After moving to France, Karina had a small role in Agnès Varda’s “Cleo From 5 to 7” (1962), appearing alongside Godard in a silent film-within-the-film. She also starred in Rivette’s “The Nun” (1966), based on an 18th-century Denis Diderot novel about a girl forced to enter a convent. Her character is tormented and sexually harassed, and the movie’s release was blocked by French authorities before it premiered at the Cannes Film Festival.
“Ms. Karina’s beauty, for which Godard once made movies that were also homages, is the perfect centerpiece for a film that looks cool and graceful but is passionately determined with the heart of a revolutionary,” wrote New York Times critic Vincent Canby. “It’s a lovely performance, one that never condescends to play on pathos but grows in strength with each new outrage.”
Her marriages to Pierre Fabre and Daniel Duval ended in divorce, and in 1982 she married Dennis Berry, an American actor and director who was previously married to “Breathless” star Jean Seberg. According to Britain’s Independent newspaper, they divorced in 1994 but resumed a relationship in recent years. Complete information on survivors was not immediately available.

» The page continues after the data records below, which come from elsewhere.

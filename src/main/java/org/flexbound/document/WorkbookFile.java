package org.flexbound.document;

import java.io.IOException;
import java.nio.file.Files;
import java.nio.file.Path;
import org.flexbound.finding.Findings;
import org.flexbound.finding.Outcome;
import org.flexbound.finding.Where;

/**
 * Opens a workbook: .xlsx (and .xlsm) streamed, .xls in memory. Formulas count by the value stored
 * with them; macros are never run and links to other files never followed.
 *
 * <p>No file stays open between visits of its sheets.
 */
public final class WorkbookFile {
  private static final String EXPECTED = "a workbook (.xlsx)";

  private WorkbookFile() {}

  /**
   * Opens a workbook within the usual limits.
   *
   * @param file where it lies
   * @param shownName its name in messages
   * @return the sheets, or the findings that say why there are none
   * @throws java.io.UncheckedIOException where the system does not let it be read
   */
  public static Outcome<SheetFile> open(Path file, String shownName) {
    return open(file, shownName, ReadLimits.USUAL);
  }

  /**
   * Opens a workbook.
   *
   * @param file where it lies
   * @param shownName its name in messages
   * @param limits how much is read at most
   * @return the sheets, or the findings that say why there are none
   * @throws java.io.UncheckedIOException where the system does not let it be read
   */
  public static Outcome<SheetFile> open(Path file, String shownName, ReadLimits limits) {
    Findings findings = new Findings();
    return InputFileCheck.kind(file, shownName, EXPECTED, findings)
        .map(
            kind ->
                switch (kind) {
                  case ZIP -> StreamedWorkbook.open(file, shownName, limits, findings);
                  case COMPOUND -> LegacyWorkbook.open(file, shownName, limits, findings);
                  default -> wrongKind(kind, shownName, findings);
                })
        .map(
            outcome -> {
              if (outcome.value().isEmpty() || !openElsewhere(file)) {
                return outcome;
              }
              Findings more = new Findings();
              more.addAll(outcome.findings());
              more.add(
                  DocumentFinding.OPEN_ELSEWHERE,
                  Where.file(shownName),
                  "a lock file of a spreadsheet program lies beside the workbook");
              return new Outcome<>(outcome.value(), more.list());
            })
        .orElseGet(() -> Outcome.none(findings.list()));
  }

  private static Outcome<SheetFile> wrongKind(
      InputFileCheck.Kind kind, String shownName, Findings findings) {
    findings.add(
        DocumentFinding.UNREADABLE,
        Where.file(shownName),
        "found "
            + kind.words()
            + "; expected "
            + EXPECTED
            + (kind == InputFileCheck.Kind.TEXT
                ? ". A text file does not become a workbook by its name: open it in a spreadsheet"
                    + " program and save it as .xlsx"
                : ""));
    return Outcome.none(findings.list());
  }

  private static boolean openElsewhere(Path file) {
    Path name = file.getFileName();
    return name != null
        && (Files.exists(file.resolveSibling("~$" + name))
            || Files.exists(file.resolveSibling(".~lock." + name + "#")));
  }

  /** What an I/O problem says, in words: without the name of its class. */
  static String words(IOException problem) {
    String message = problem.getMessage();
    return message == null || message.isBlank() ? "no more is known" : message;
  }
}
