package org.flexbound.document;

import java.util.ArrayList;
import java.util.List;
import org.flexbound.finding.Where;

/** A row that is filled anew for every visit. */
final class CellRow implements Row {
  private final String file;
  private final String sheet;
  private final List<CellKind> kinds = new ArrayList<>();
  private final List<String> texts = new ArrayList<>();
  private double[] numbers = new double[32];
  private int number;

  CellRow(String file, String sheet) {
    this.file = file;
    this.sheet = sheet;
  }

  void begin(int rowNumber) {
    number = rowNumber;
    kinds.clear();
    texts.clear();
  }

  void set(int column, CellKind kind, String text, double value) {
    while (kinds.size() <= column) {
      kinds.add(CellKind.BLANK);
      texts.add("");
    }
    if (numbers.length < kinds.size()) {
      numbers = java.util.Arrays.copyOf(numbers, 2 * kinds.size());
    }
    kinds.set(column, kind);
    texts.set(column, text);
    numbers[column] = value;
  }

  boolean isBlank() {
    return kinds.stream().allMatch(kind -> kind == CellKind.BLANK);
  }

  @Override
  public int number() {
    return number;
  }

  @Override
  public int width() {
    return kinds.size();
  }

  @Override
  public CellKind kind(int column) {
    return column < kinds.size() ? kinds.get(column) : CellKind.BLANK;
  }

  @Override
  public double number(int column) {
    CellKind kind = kind(column);
    return kind == CellKind.NUMBER || kind == CellKind.DATE ? numbers[column] : Double.NaN;
  }

  @Override
  public String text(int column) {
    return column < texts.size() ? texts.get(column) : "";
  }

  @Override
  public Where where(int column) {
    return Where.cells(file, sheet, columnName(column) + number);
  }

  static String columnName(int column) {
    StringBuilder name = new StringBuilder();
    for (int rest = column; rest >= 0; rest = rest / 26 - 1) {
      name.insert(0, (char) ('A' + rest % 26));
    }
    return name.toString();
  }
}
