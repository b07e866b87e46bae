package org.flexbound.app;

import java.io.PrintWriter;

/**
 * Where a command prints.
 *
 * @param out for results
 * @param err for messages about what went wrong
 * @param colour whether colour may be used: only where a person looks and has not set NO_COLOR
 */
record Terminal(PrintWriter out, PrintWriter err, boolean colour) {
  private static final String RESET = "\u001b[0m";

  /** A heading. */
  String bold(String text) {
    return paint("1", text);
  }

  /** Something that went wrong. */
  String bad(String text) {
    return paint("31", text);
  }

  /** Something to look at. */
  String warn(String text) {
    return paint("33", text);
  }

  /** Something in order. */
  String good(String text) {
    return paint("32", text);
  }

  private String paint(String code, String text) {
    return colour ? "\u001b[" + code + "m" + text + RESET : text;
  }
}
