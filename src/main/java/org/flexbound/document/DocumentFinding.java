package org.flexbound.document;

import org.flexbound.finding.FindingKind;
import org.flexbound.finding.Severity;

/** What can be wrong with a file as such, whatever it is about. */
public enum DocumentFinding implements FindingKind {
  /** There is no such file. */
  MISSING("DOC-MISSING", "A file that is named does not exist.", "Check the name and the folder."),
  /** It cannot be read as the kind of file it should be. */
  UNREADABLE(
      "DOC-UNREADABLE",
      "A file is not of the kind it should be, or is damaged.",
      "Save it again from the program that made it."),
  /** JSON syntax. */
  JSON_SYNTAX("DOC-JSON-SYNTAX", "A JSON file breaks the rules of JSON.", "Mend the line named."),
  /** A key that is not known. */
  UNKNOWN_KEY("DOC-UNKNOWN-KEY", "A key is not one of those known here.", "Correct or remove it."),
  /** A value is missing. */
  ABSENT("DOC-ABSENT", "A value that is needed is not there.", "Add it."),
  /** A value of the wrong kind. */
  WRONG_KIND(
      "DOC-WRONG-KIND", "A value is not of the kind that is needed.", "Write it as described.");

  private final String code;
  private final String meaning;
  private final String remedy;

  DocumentFinding(String code, String meaning, String remedy) {
    this.code = code;
    this.meaning = meaning;
    this.remedy = remedy;
  }

  @Override
  public String code() {
    return code;
  }

  @Override
  public Severity severity() {
    return Severity.ERROR;
  }

  @Override
  public String meaning() {
    return meaning;
  }

  @Override
  public String remedy() {
    return remedy;
  }
}
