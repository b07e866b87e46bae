package org.flexbound.document;

import java.time.LocalDateTime;
import java.util.Arrays;
import java.util.BitSet;
import org.apache.poi.ss.usermodel.DateUtil;
import org.flexbound.finding.Where;

/** A row of a workbook's sheet that is filled anew for every visit. */
final class CellRow implements Row {
  /** 31 December 9999, the last day a workbook can show. */
  private static final double LAST_DAY = 2_958_465;

  private final String file;
  private final String sheet;
  private final boolean from1904;
  private CellKind[] kinds = new CellKind[32];
  private String[] texts = new String[32];
  private double[] numbers = new double[32];
  private final BitSet percent = new BitSet();
  private int width;
  private int number;
  private boolean hidden;

  /**
   * An empty row.
   *
   * @param file the workbook's name in messages
   * @param sheet the sheet's name
   * @param from1904 whether days are counted from 1904
   */
  CellRow(String file, String sheet, boolean from1904) {
    this.file = file;
    this.sheet = sheet;
    this.from1904 = from1904;
    Arrays.fill(kinds, CellKind.BLANK);
    Arrays.fill(texts, "");
  }

  void begin(int rowNumber, boolean isHidden) {
    Arrays.fill(kinds, 0, width, CellKind.BLANK);
    percent.clear();
    width = 0;
    number = rowNumber;
    hidden = isHidden;
  }

  void number(int column, double value, boolean asPercent) {
    put(column, CellKind.NUMBER);
    numbers[column] = value;
    if (asPercent) {
      percent.set(column);
    }
  }

  void date(int column, double days) {
    put(column, CellKind.DATE);
    numbers[column] = days;
  }

  /** Text; blank where it holds nothing but blanks. */
  void text(int column, String text) {
    String stripped = text.strip();
    if (!stripped.isEmpty()) {
      put(column, CellKind.TEXT);
      texts[column] = stripped;
    }
  }

  void truth(int column, boolean value) {
    put(column, CellKind.TRUTH);
    texts[column] = value ? "TRUE" : "FALSE";
  }

  void error(int column, String text) {
    put(column, CellKind.ERROR);
    texts[column] = text;
  }

  private void put(int column, CellKind kind) {
    if (column >= kinds.length) {
      int old = kinds.length;
      int size = Math.max(column + 1, 2 * old);
      kinds = Arrays.copyOf(kinds, size);
      texts = Arrays.copyOf(texts, size);
      numbers = Arrays.copyOf(numbers, size);
      Arrays.fill(kinds, old, size, CellKind.BLANK);
      Arrays.fill(texts, old, size, "");
    }
    kinds[column] = kind;
    width = Math.max(width, column + 1);
  }

  boolean isBlank() {
    return width == 0;
  }

  @Override
  public int number() {
    return number;
  }

  @Override
  public int width() {
    return width;
  }

  @Override
  public boolean isHidden() {
    return hidden;
  }

  @Override
  public CellKind kind(int column) {
    return column < width ? kinds[column] : CellKind.BLANK;
  }

  @Override
  public double number(int column) {
    CellKind kind = kind(column);
    return kind == CellKind.NUMBER || kind == CellKind.DATE ? numbers[column] : Double.NaN;
  }

  @Override
  public boolean isPercent(int column) {
    return percent.get(column);
  }

  @Override
  public String text(int column) {
    return switch (kind(column)) {
      case BLANK -> "";
      case NUMBER -> DecimalText.shortest(numbers[column]);
      case DATE -> date(numbers[column]);
      case TEXT, TRUTH, ERROR -> texts[column];
    };
  }

  @Override
  public Where where(int column) {
    return place(file, sheet, number, column);
  }

  private String date(double days) {
    if (days > LAST_DAY) {
      return DecimalText.shortest(days);
    }
    LocalDateTime date = DateUtil.getLocalDateTime(days, from1904);
    return date == null ? DecimalText.shortest(days) : date.toString();
  }

  /** The place of a cell of a workbook. */
  static Where place(String file, String sheet, int row, int column) {
    return Where.cells(file, sheet, columnName(column) + row);
  }

  /** The letters of a column, from 0 for A. */
  static String columnName(int column) {
    StringBuilder name = new StringBuilder();
    for (int rest = column; rest >= 0; rest = rest / 26 - 1) {
      name.insert(0, (char) ('A' + rest % 26));
    }
    return name.toString();
  }
}
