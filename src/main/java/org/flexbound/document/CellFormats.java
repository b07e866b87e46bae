package org.flexbound.document;

import java.util.ArrayList;
import java.util.HashMap;
import java.util.List;
import java.util.Map;
import org.apache.poi.ss.usermodel.BuiltinFormats;
import org.apache.poi.ss.usermodel.DateUtil;
import org.xml.sax.Attributes;
import org.xml.sax.helpers.DefaultHandler;

/** Reads off a workbook's styles which cell formats show dates and which percentages. */
final class CellFormats extends DefaultHandler {
  private final Map<Integer, String> ownFormats = new HashMap<>();
  private final List<Integer> formatOfStyle = new ArrayList<>();
  private boolean inCellStyles;

  /** What a format makes of a number. */
  enum Look {
    PLAIN,
    DATE,
    PERCENT
  }

  @Override
  public void startElement(String uri, String name, String qualified, Attributes attributes) {
    switch (SheetXml.local(qualified)) {
      case "numFmt" ->
          ownFormats.put(
              whole(attributes.getValue("numFmtId")),
              String.valueOf(attributes.getValue("formatCode")));
      case "cellXfs" -> inCellStyles = true;
      case "xf" -> {
        if (inCellStyles) {
          formatOfStyle.add(whole(attributes.getValue("numFmtId")));
        }
      }
      default -> {
        // fonts, borders and the like say nothing about numbers
      }
    }
  }

  @Override
  public void endElement(String uri, String name, String qualified) {
    if (SheetXml.local(qualified).equals("cellXfs")) {
      inCellStyles = false;
    }
  }

  /** The look of each style, by its index. */
  List<Look> looks() {
    return formatOfStyle.stream().map(this::look).toList();
  }

  private Look look(int format) {
    String code = ownFormats.get(format);
    if (code == null && format >= 0 && format < BuiltinFormats.FIRST_USER_DEFINED_FORMAT_INDEX) {
      code = BuiltinFormats.getBuiltinFormat(format);
    }
    if (code == null) {
      return Look.PLAIN;
    }
    if (DateUtil.isADateFormat(format, code)) {
      return Look.DATE;
    }
    return code.replaceAll("\"[^\"]*\"|\\\\.", "").indexOf('%') >= 0 ? Look.PERCENT : Look.PLAIN;
  }

  private static int whole(@org.jspecify.annotations.Nullable String text) {
    try {
      return text == null ? 0 : Integer.parseInt(text);
    } catch (NumberFormatException notWhole) {
      return 0;
    }
  }
}
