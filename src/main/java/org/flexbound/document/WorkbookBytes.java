package org.flexbound.document;

import java.io.ByteArrayInputStream;
import java.io.ByteArrayOutputStream;
import java.io.IOException;
import java.io.UncheckedIOException;
import java.time.Instant;
import java.time.LocalDateTime;
import java.util.Date;
import java.util.Optional;
import java.util.zip.ZipEntry;
import java.util.zip.ZipInputStream;
import java.util.zip.ZipOutputStream;
import org.apache.poi.xssf.usermodel.XSSFWorkbook;

/** The bytes of a workbook, free of the clock: the same content gives the same bytes. */
public final class WorkbookBytes {
  private static final LocalDateTime NO_TIME = LocalDateTime.of(1980, 1, 1, 0, 0);

  private WorkbookBytes() {}

  /**
   * Packs a workbook; its date of creation and those of its parts are fixed ones.
   *
   * @param workbook the workbook, not closed here
   * @return the bytes of the .xlsx file
   */
  public static byte[] of(XSSFWorkbook workbook) {
    workbook.getProperties().getCoreProperties().setCreated(Optional.of(Date.from(Instant.EPOCH)));
    ByteArrayOutputStream raw = new ByteArrayOutputStream();
    ByteArrayOutputStream steady = new ByteArrayOutputStream();
    try {
      workbook.write(raw);
      try (ZipInputStream in = new ZipInputStream(new ByteArrayInputStream(raw.toByteArray()));
          ZipOutputStream out = new ZipOutputStream(steady)) {
        for (ZipEntry part = in.getNextEntry(); part != null; part = in.getNextEntry()) {
          ZipEntry copy = new ZipEntry(part.getName());
          copy.setTimeLocal(NO_TIME);
          out.putNextEntry(copy);
          in.transferTo(out);
          out.closeEntry();
        }
      }
    } catch (IOException impossible) {
      throw new UncheckedIOException("the workbook could not be put together", impossible);
    }
    return steady.toByteArray();
  }
}
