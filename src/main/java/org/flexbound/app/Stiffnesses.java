package org.flexbound.app;

import java.util.OptionalDouble;
import org.flexbound.report.Rounded;
import org.flexbound.report.UnitSystem;
import org.flexbound.report.results.Parameter;

/** Stiffnesses of parameters as the summary shows them. */
final class Stiffnesses {
  private Stiffnesses() {}

  static String text(Parameter p, OptionalDouble value, UnitSystem units) {
    if (value.isEmpty()) {
      return "rigid";
    }
    double shown =
        p.unit().equals("1") ? value.getAsDouble() : units.shown(value.getAsDouble(), p.unit());
    return Rounded.significant(shown, 3);
  }

  static String interval(Parameter p, UnitSystem units) {
    if (p.lower95().isEmpty() && p.upper95().isEmpty()) {
      return "open";
    }
    if (p.upper95().isEmpty()) {
      return "above " + text(p, p.lower95(), units);
    }
    return p.lower95().isEmpty()
        ? "below " + text(p, p.upper95(), units)
        : text(p, p.lower95(), units) + " to " + text(p, p.upper95(), units);
  }
}
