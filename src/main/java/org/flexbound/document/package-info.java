/**
 * Documents: JSON, sheets and CSV as values that know their place; schema checking; atomic writing.
 *
 * <p>In: files. Out: {@link org.flexbound.document.Json} values and {@link
 * org.flexbound.document.Sheet} rows, each with its place for messages, and findings. No units and
 * no meaning: that is for the rooms which read them.
 */
@NullMarked
package org.flexbound.document;

import org.jspecify.annotations.NullMarked;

Later in her career, Karina played Michael Caine’s spurned lover in “The Magus” (1968), based on a best-selling novel by John Fowles, and was featured in Visconti’s “The Stranger” (1967), George Cukor’s “Justine” (1969), Tony Richardson’s “Laughter in the Dark” (1969) and Rainer Werner Fassbinder’s “Chinese Roulette” (1976). But she remained forever tied to her work with Godard, somewhat to her surprise.
“We never thought the films would be so famous for so long,” she told The Times in 2016. “We were just happy to do things. It was more bohemian. We knew we were doing something we liked and it was not like everyone else. It was a happy world.”